* WORK ITEM:
Only the lines from the start of the entries up to and including the line with "expect(full.items[1]!.power).toBeCloseTo(0.03168, 12);" should be written out, exactly as they stand.
————————
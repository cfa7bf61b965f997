import { describe, expect, it } from "vitest";
import { checkDissipation } from "../lib/bias/dissipation.js";
import { InputError } from "../lib/errors.js";
import { Derivation } from "../lib/record/derivation.js";
import type { Amperes, Ohms, Volts, Watts } from "../lib/quantity.js";

const W = (x: number) => x as Watts;

describe("checkDissipation", () => {
  // Invented example: 1 kΩ drain resistor carrying 12 mA dissipates 144 mW (Joule's law, P = I²R).
  const parts = {
    resistors: [
      { name: "rd", resistance: 1000 as Ohms, current: 0.012 as Amperes },
      { name: "rs", resistance: 220 as Ohms, current: 0.012 as Amperes },
    ],
    transistor: { vds: 4 as Volts, id: 0.012 as Amperes },
  };

  it("passes at full rating and fails at 50 % derating, with the margin in watts", () => {
    const full = checkDissipation(parts, { resistor: { rating: W(0.25) } });
    expect(full.items[0]!.power).toBeCloseTo(0.144, 12);
    expect(full.items[1]!.power).toBeCloseTo(0.03168, 12);
    expect(full.passed).toBe(true);
    expect(full.items[2]!.checked).toBe(false); // no transistor limit given

    const rec = new Derivation("dissipation");
    const derated = checkDissipation(parts, { resistor: { rating: W(0.25), derating: 0.5 }, transistor: { rating: W(0.04) } }, rec);
    expect(derated.passed).toBe(false);
    expect(derated.failures.map((f) => f.name)).toEqual(["rd", "transistor"]);
    expect(derated.items[0]!.allowed).toBeCloseTo(0.125, 15);
    expect(derated.items[0]!.margin).toBeCloseTo(0.125 - 0.144, 12);
    expect(derated.items[0]!.utilisation).toBeCloseTo(1.152, 12);
    expect(derated.items[2]!.power).toBeCloseTo(0.048, 12);
    expect(derated.items[2]!.margin).toBeCloseTo(-0.008, 12);
    expect(derated.total).toBeCloseTo(0.144 + 0.03168 + 0.048, 12);
    expect(rec.checks.filter((c) => !c.passed)).toHaveLength(2);
    expect(rec.findings.some((f) => f.severity === "warning" && /rd dissipates 144 mW, 19 mW over its allowed 125 mW/.test(f.text))).toBe(true);
    expect(rec.steps.filter((s) => s.kind === "formula" && s.formula === "resistorPower")).toHaveLength(2);
  });

  it("per-part ratings override the default", () => {
    const r = checkDissipation(parts, { resistor: { rating: W(0.125) }, resistors: { rd: { rating: W(0.5), derating: 0.5 } } });
    expect(r.items[0]!.allowed).toBeCloseTo(0.25, 15);
    expect(r.passed).toBe(true);
  });

  it("rejects bad ratings and loads with typed errors", () => {
    expect(() => checkDissipation(parts, { resistor: { rating: W(-1) } })).toThrow(/limits.resistor.rating: got -1/);
    expect(() => checkDissipation(parts, { resistor: { rating: W(0.25), derating: 1.5 } })).toThrow(InputError);
    expect(() => checkDissipation(parts, { resistor: { rating: W(0.25), derating: 0 } })).toThrow(/derating/);
    expect(() => checkDissipation({ resistors: [{ name: "r1", resistance: NaN as Ohms, current: 0 as Amperes }] }, {})).toThrow(/resistor r1.resistance: got NaN/);
    expect(() => checkDissipation(null as never, {})).toThrow(InputError);
  });
});
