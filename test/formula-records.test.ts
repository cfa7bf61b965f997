/**
 * Formula records whose texts are read on first use (lib/formulas/record.ts): every
 * generated record carries its catalog entry's texts, has the keys of `Formula` in their
 * order before and after the texts are read, computes without them, and says which file
 * is at fault when they cannot be read.
 */
import { readdirSync } from "node:fs";
import { dirname, join } from "node:path";
import { fileURLToPath, pathToFileURL } from "node:url";
import { describe, expect, it } from "vitest";
import { PinchoffError } from "../lib/errors.js";
import type { Formula } from "../lib/formulas/define.js";
import { loadCatalogs } from "../lib/formulas/generate.js";
import { CatalogTexts, formulaRecord, formulaTextsFolder } from "../lib/formulas/record.js";

const folder = join(dirname(fileURLToPath(import.meta.url)), "../lib/formulas");
const keys = ["id", "title", "expr", "tex", "result", "resultDim", "vars", "dims", "source", "fn"];

/** A record of the mirror catalog built afresh, its texts not read yet. */
const freshMirrorRatio = () =>
  formulaRecord<Formula<[number, number], number>>(new CatalogTexts("mirror.texts.json"), "mirrorRatio", true, (k2: number, k1: number) => k2 / k1);

describe("generated formula records", () => {
  it("carry the texts of their catalog entry, every formula of every catalog", async () => {
    const catalogs = await loadCatalogs();
    let n = 0;
    for (const c of catalogs) {
      const mod = (await import(pathToFileURL(join(folder, c.file.replace(/\.catalog\.ts$/, ".formulas.ts"))).href)) as Record<string, unknown>;
      for (const [id, spec] of Object.entries(c.formulas)) {
        const rec = mod[id] as Formula;
        expect(Object.keys(rec), id).toEqual(spec.source ? keys : keys.filter((k) => k !== "source"));
        expect({ id: rec.id, title: rec.title, expr: rec.expr, result: rec.result, source: rec.source }, id).toEqual({ id, title: spec.title, expr: spec.expr, result: spec.result, source: spec.source });
        expect(rec.vars.length, id).toBe(rec.dims.length);
        expect(rec.fn.length, id).toBe(rec.vars.length);
        expect(rec.tex.startsWith(`${c.symbols[spec.result]?.tex ?? ""} = `), id).toBe(true);
        n++;
      }
    }
    expect(n).toBeGreaterThan(300);
    // every texts file belongs to a catalog: none left behind by a removed catalog
    expect(readdirSync(folder).filter((f) => f.endsWith(".texts.json")).sort()).toEqual(catalogs.map((c) => c.file.replace(/\.catalog\.ts$/, ".texts.json")).sort());
  });

  it("have their keys in order before the texts are read, and are plain data after", () => {
    const rec = freshMirrorRatio();
    expect(Object.keys(rec)).toEqual(keys);
    expect(Object.getOwnPropertyDescriptor(rec, "tex")?.get).toBeTypeOf("function");
    expect(rec.fn(4e-3, 1e-3)).toBe(4);
    expect(rec.tex).toBe("N = \\frac{{k_{2}}}{{k_{1}}}");
    for (const k of keys) expect(Object.getOwnPropertyDescriptor(rec, k), k).toMatchObject({ enumerable: true, writable: true });
    expect(Object.keys(rec)).toEqual(keys);
    // spread and JSON see the whole record
    expect({ ...rec }).toEqual({ id: "mirrorRatio", title: "Mirror ratio", expr: "k2 / k1", tex: rec.tex, result: "Nm", resultDim: "dimensionless", vars: ["k2", "k1"], dims: ["transconductanceParameter", "transconductanceParameter"], source: "square law, equal VGS and Vt (common practice)", fn: rec.fn });
    expect(Object.keys(JSON.parse(JSON.stringify(rec)))).toEqual(keys.filter((k) => k !== "fn"));
  });

  it("take a write before the texts are read, keeping the other texts", () => {
    const rec = freshMirrorRatio() as unknown as Record<string, unknown>;
    rec.title = "renamed";
    expect(rec.title).toBe("renamed");
    expect(rec.expr).toBe("k2 / k1");
  });

  it("answer through an object that inherits from them, and keep a write there on that object", () => {
    const rec = freshMirrorRatio();
    const child = Object.create(rec) as Record<string, unknown>;
    expect(child.expr).toBe("k2 / k1");
    child.title = "child's own";
    expect(child.title).toBe("child's own");
    expect(rec.title).toBe("Mirror ratio");
  });

  it("still give their texts when frozen before reading them, and refuse a write then", () => {
    const rec = Object.freeze(freshMirrorRatio());
    expect(rec.tex).toBe("N = \\frac{{k_{2}}}{{k_{1}}}");
    expect(rec.vars).toEqual(["k2", "k1"]);
    expect(() => {
      (rec as unknown as Record<string, unknown>).title = "x";
    }).toThrow(/frozen or sealed before its texts were read/);
    expect(rec.title).toBe("Mirror ratio");
  });

  it("compute without their texts file, and name the file when a text is asked for", () => {
    const rec = formulaRecord<Formula<[number], number>>(new CatalogTexts("absent.texts.json"), "double", false, (x: number) => 2 * x);
    expect(rec.fn(21)).toBe(42);
    expect(Object.keys(rec)).toEqual(keys.filter((k) => k !== "source"));
    const path = join(formulaTextsFolder(), "absent.texts.json");
    expect(() => rec.tex).toThrow(PinchoffError);
    expect(() => rec.tex).toThrow(`${path}: cannot read the formula texts`);
  });

  it("refuse a record its texts file does not hold (generated files out of step)", () => {
    const rec = formulaRecord<Formula<[number], number>>(new CatalogTexts("mirror.texts.json"), "noSuchFormula", true, (x: number) => x);
    expect(() => rec.title).toThrow(/no texts for formula noSuchFormula; the generated formula files are out of step \(run npm run gen\)/);
  });
});
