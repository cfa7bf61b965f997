/**
 * Inputs once accepted without a word (issue 7 item 15): each is now a typed
 * error naming the field, or a finding in the analysis.
 */
import { describe, expect, it } from "vitest";
import { analyzeStage } from "../lib/bias/analyze.js";
import { synthesize, type FourResistorSpec } from "../lib/bias/synthesis.js";
import type { Stage } from "../lib/bias/topology.js";
import type { DeviceCard } from "../lib/device/card.js";
import { InputError } from "../lib/errors.js";
import { amperes, amperesPerVoltSquared, meters, ohms, perVolt, volts, watts } from "../lib/quantity.js";
import { Derivation } from "../lib/record/derivation.js";

// Invented cards for tests (not a real process).
const ncard: DeviceCard = { name: "sv-n", polarity: "nmos", kp: amperesPerVoltSquared(200e-6), vt0: volts(0.5), lambda: perVolt(0.02) };
const pcard: DeviceCard = { ...ncard, name: "sv-p", polarity: "pmos", vt0: volts(-0.5) };
const fourR = (card: DeviceCard, over: Partial<Stage> = {}): Stage => ({
  topology: "four-resistor",
  name: "amp",
  device: { card, w: meters(20e-6), l: meters(1e-6) },
  components: { rg1: ohms(300e3), rg2: ohms(100e3), rd: ohms(4.7e3), rs: ohms(1e3) },
  supplies: { vdd: volts(9) },
  ...over,
});

describe("stage inputs that were accepted silently", () => {
  it("a negative or zero power limit is refused, naming the limit", () => {
    for (const [key, v] of [["maxDevicePower", -1], ["maxTotalPower", 0]] as const)
      expect(() => analyzeStage(fourR(ncard, { limits: { [key]: watts(v) } }))).toThrow(new RegExp(`stage "amp": limits\\.${key}: got ${v}, expected a (transistor|total) power limit > 0 in W`));
    expect(() => analyzeStage(fourR(ncard, { limits: { minSaturationMargin: volts(-0.1) } }))).toThrow(/limits\.minSaturationMargin: got -0\.1, expected a saturation margin ≥ 0/);
    expect(() => analyzeStage(fourR(ncard, { limits: { maxPower: 1 } as never }))).toThrow(/limits\.maxPower: got "maxPower", expected a limit name/);
  });
  it("devices given for a single-transistor topology is refused", () => {
    const extra = { devices: { reference: { card: ncard, w: meters(1e-6), l: meters(1e-6) } } };
    expect(() => analyzeStage(fourR(ncard, extra))).toThrow(InputError);
    expect(() => analyzeStage(fourR(ncard, extra))).toThrow(/stage "amp": devices: got \["reference"\], expected no devices: the four-resistor topology has one transistor/);
  });
  it("a depletion-mode card (PMOS with VTO > 0, NMOS with VTO < 0) is named in the findings", () => {
    const pDep = analyzeStage(fourR({ ...pcard, vt0: volts(0.4) }));
    expect(pDep.findings[0]).toMatch(/^Depletion-mode device: card "sv-p" has VTO = 0\.4 V \(VTO ≥ 0 for a PMOS\)/);
    const nDep = analyzeStage(fourR({ ...ncard, vt0: volts(-0.3) }));
    expect(nDep.findings[0]).toMatch(/Depletion-mode device: card "sv-n" has VTO = -0\.3 V \(VTO ≤ 0 for an NMOS\)/);
    expect(analyzeStage(fourR(ncard)).findings.some((f) => f.startsWith("Depletion"))).toBe(false);
  });
  it("the analysis findings carry the inversion-level caution the record carries (one wording)", () => {
    // A wide device at a small current: moderate inversion.
    const st = fourR(ncard, { device: { card: ncard, w: meters(2000e-6), l: meters(1e-6) }, components: { rg1: ohms(300e3), rg2: ohms(100e3), rd: ohms(47e3), rs: ohms(10e3) } });
    const rec = new Derivation("t");
    const a = analyzeStage(st, rec);
    const recorded = rec.findings.find((f) => f.text.startsWith("Moderate inversion"));
    expect(recorded).toBeDefined();
    expect(a.findings).toContain(recorded!.text);
  });
});

describe("synthesis specifications that were accepted silently", () => {
  const spec: FourResistorSpec = {
    topology: "four-resistor",
    device: { card: ncard },
    supplies: { vdd: volts(9) },
    specification: { id: amperes(1e-3), sizing: { vov: volts(0.3), l: meters(1e-6) } },
  };
  it("an unknown field is refused, naming it and listing the known ones", () => {
    expect(() => synthesize({ ...spec, gian: 5 } as never)).toThrow(/spec\.gian: got "gian", expected a field of a specification \(topology, name, device, specification, supplies/);
    expect(() => synthesize({ ...spec, specification: { ...spec.specification, gian: 5 } } as never)).toThrow(/spec\.specification\.gian: got "gian", expected a field of the four-resistor specification \(id, sizing,/);
    expect(() => synthesize({ ...spec, device: { card: ncard, w: meters(1e-6) } } as never)).toThrow(/spec\.device\.w: got "w", expected only card/);
    expect(() => synthesize({ ...spec, specification: { ...spec.specification, sizing: { vov: volts(0.3), l: meters(1e-6), m: 2 } } } as never)).toThrow(/sizing\.m: got "m", expected a sizing field/);
  });
  it("both sizing.vov and sizing.w is refused", () => {
    expect(() => synthesize({ ...spec, specification: { ...spec.specification, sizing: { vov: volts(0.3), w: meters(10e-6), l: meters(1e-6) } } } as never)).toThrow(/sizing: .*expected sizing with either vov .* or w .*, not both/);
  });
  it("a correct specification still designs", () => {
    expect(synthesize(spec).analysis.region).toBe("saturation");
  });
});
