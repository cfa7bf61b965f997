import { execFileSync } from "node:child_process";
import { readdirSync } from "node:fs";
import { join } from "node:path";
import { pathToFileURL } from "node:url";
import { describe, expect, it } from "vitest";
import fc from "fast-check";
import type { Formula } from "../lib/formulas/define.js";
import { Derivation } from "../lib/record/derivation.js";
import type { FormulaStep } from "../lib/record/derivation.js";
import { evaluateWithUnits, expectReevaluates, reevaluate } from "./support/reevaluate.js";
import { fixtureDerivation } from "./support/derivation-fixture.js";
import * as device from "../lib/formulas/device.formulas.js";

const root = join(import.meta.dirname, "..");
const formulasDir = join(root, "lib/formulas");

async function allFormulas(): Promise<Array<[string, Formula]>> {
  const out: Array<[string, Formula]> = [];
  for (const file of readdirSync(formulasDir).filter((f) => f.endsWith(".formulas.ts")).sort()) {
    const mod = (await import(pathToFileURL(join(formulasDir, file)).href)) as Record<string, unknown>;
    for (const [name, f] of Object.entries(mod)) {
      if (f && typeof f === "object" && typeof (f as Formula).fn === "function" && typeof (f as Formula).expr === "string") out.push([`${file}:${name}`, f as Formula]);
    }
  }
  return out;
}

describe("re-evaluation of recorded steps with mathjs units", () => {
  it("passes for a recorded operating point (every formula step, result unit and value)", () => {
    const n = expectReevaluates(fixtureDerivation());
    expect(n).toBeGreaterThanOrEqual(4);
  });

  it("catches a recorded result that drifted from its formula", () => {
    const d = fixtureDerivation().toJSON();
    const i = d.steps.findIndex((s) => s.kind === "formula");
    const s = d.steps[i] as FormulaStep;
    const bad = { ...d, steps: d.steps.map((x, j) => (j === i ? { ...s, result: { ...s.result, value: s.result.value * (1 + 1e-7) } } : x)) };
    const found = reevaluate(bad);
    expect(found).toHaveLength(1);
    expect(found[0]!.step).toBe(i + 1);
    expect(found[0]!.problem).toMatch(/recorded .* but the formula gives/);
    expect(() => expectReevaluates(bad)).toThrow(/1 step\(s\) do not re-evaluate/);
  });

  it("catches a step whose claimed result dimension is wrong", () => {
    const d = new Derivation("dimension slip");
    d.step({ ...device.overdrive, resultDim: "current" }, [1, 0.5], 0.5);
    expect(reevaluate(d)[0]?.problem).toMatch(/result has unit V, not A \(current\)/);
  });

  it("catches an input recorded with the wrong dimension", () => {
    const d = new Derivation("input slip");
    d.step({ ...device.overdrive, dims: ["voltage", "current"] }, [1, 0.5], 0.5);
    expect(reevaluate(d)[0]?.problem).toMatch(/could not evaluate/);
  });

  it("would reject a dimensionally wrong catalog formula (k·VOV is a conductance, not a current)", () => {
    const r = evaluateWithUnits("k * VOV", [{ name: "k", value: 2e-3, dim: "transconductanceParameter" }, { name: "VOV", value: 0.2, dim: "voltage" }], "current");
    expect(r.problem).toMatch(/not A \(current\)/);
  });

  it("states dimensionless results plainly (gm/gds)", () => {
    expect(evaluateWithUnits("gm / gds", [{ name: "gm", value: 1e-3, dim: "conductance" }, { name: "gds", value: 1e-5, dim: "conductance" }], "dimensionless").value).toBeCloseTo(100, 12);
  });
});

describe("every catalog formula", () => {
  it("re-evaluates with units to its generated fn on random positive inputs (dimensionally sound)", async () => {
    const formulas = await allFormulas();
    expect(formulas.length).toBeGreaterThanOrEqual(20);
    const problems: string[] = [];
    for (const [name, f] of formulas) {
      const arb = fc.array(fc.double({ min: 0.05, max: 20, noNaN: true }), { minLength: f.vars.length, maxLength: f.vars.length });
      let checked = 0;
      fc.assert(
        fc.property(arb, (xs) => {
          const want = f.fn(...xs);
          if (!Number.isFinite(want)) return; // outside the formula's domain (e.g. a root of a negative)
          const r = evaluateWithUnits(f.expr, f.vars.map((v, i) => ({ name: v, value: xs[i]!, dim: f.dims[i]! })), f.resultDim);
          if (r.problem) {
            problems.push(`${name}: ${r.problem}`);
            return false;
          }
          checked++;
          // Same operations in the same order: agreement to a few ulps, with room for SI conversion factors.
          if (Math.abs(r.value - want) > 1e-9 * Math.max(Math.abs(want), Math.abs(r.value), 1e-300)) {
            problems.push(`${name}: fn gives ${want}, mathjs ${r.value} for ${JSON.stringify(xs)}`);
            return false;
          }
          return true;
        }),
        { numRuns: 40 },
      );
      if (checked === 0) problems.push(`${name}: no sample inside the formula's domain`);
    }
    expect(problems).toEqual([]);
  });

  it("generated files are current (npm run gen -- --check)", () => {
    const run = () => execFileSync(process.execPath, [join(root, "node_modules/tsx/dist/cli.mjs"), "lib/formulas/generate.ts", "--check"], { cwd: root, encoding: "utf8", stdio: ["ignore", "pipe", "pipe"] });
    expect(run).not.toThrow();
  }, 60_000);
});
————————
* FINISHED EXERCISE:
repository cfa7bf61b965f997
import { describe, expect, it } from "vitest";
import { checkDissipation } from "../lib/bias/dissipation.js";
import { InputError } from "../lib/errors.js";
import { Derivation } from "../lib/record/derivation.js";
import type { Amperes, Ohms, Volts, Watts } from "../lib/quantity.js";

const W = (x: number) => x as Watts;

describe("checkDissipation", () => {
  // Invented example: 1 kΩ drain resistor carrying 12 mA dissipates 144 mW (Joule's law, P = I²R).
  const parts = {
    resistors: [
      { name: "rd", resistance: 1000 as Ohms, current: 0.012 as Amperes },
      { name: "rs", resistance: 220 as Ohms, current: 0.012 as Amperes },
    ],
    transistor: { vds: 4 as Volts, id: 0.012 as Amperes },
  };

  it("passes at full rating and fails at 50 % derating, with the margin in watts", () => {
    const full = checkDissipation(parts, { resistor: { rating: W(0.25) } });
    expect(full.items[0]!.power).toBeCloseTo(0.144, 12);
    expect(full.items[1]!.power).toBeCloseTo(0.03168, 12);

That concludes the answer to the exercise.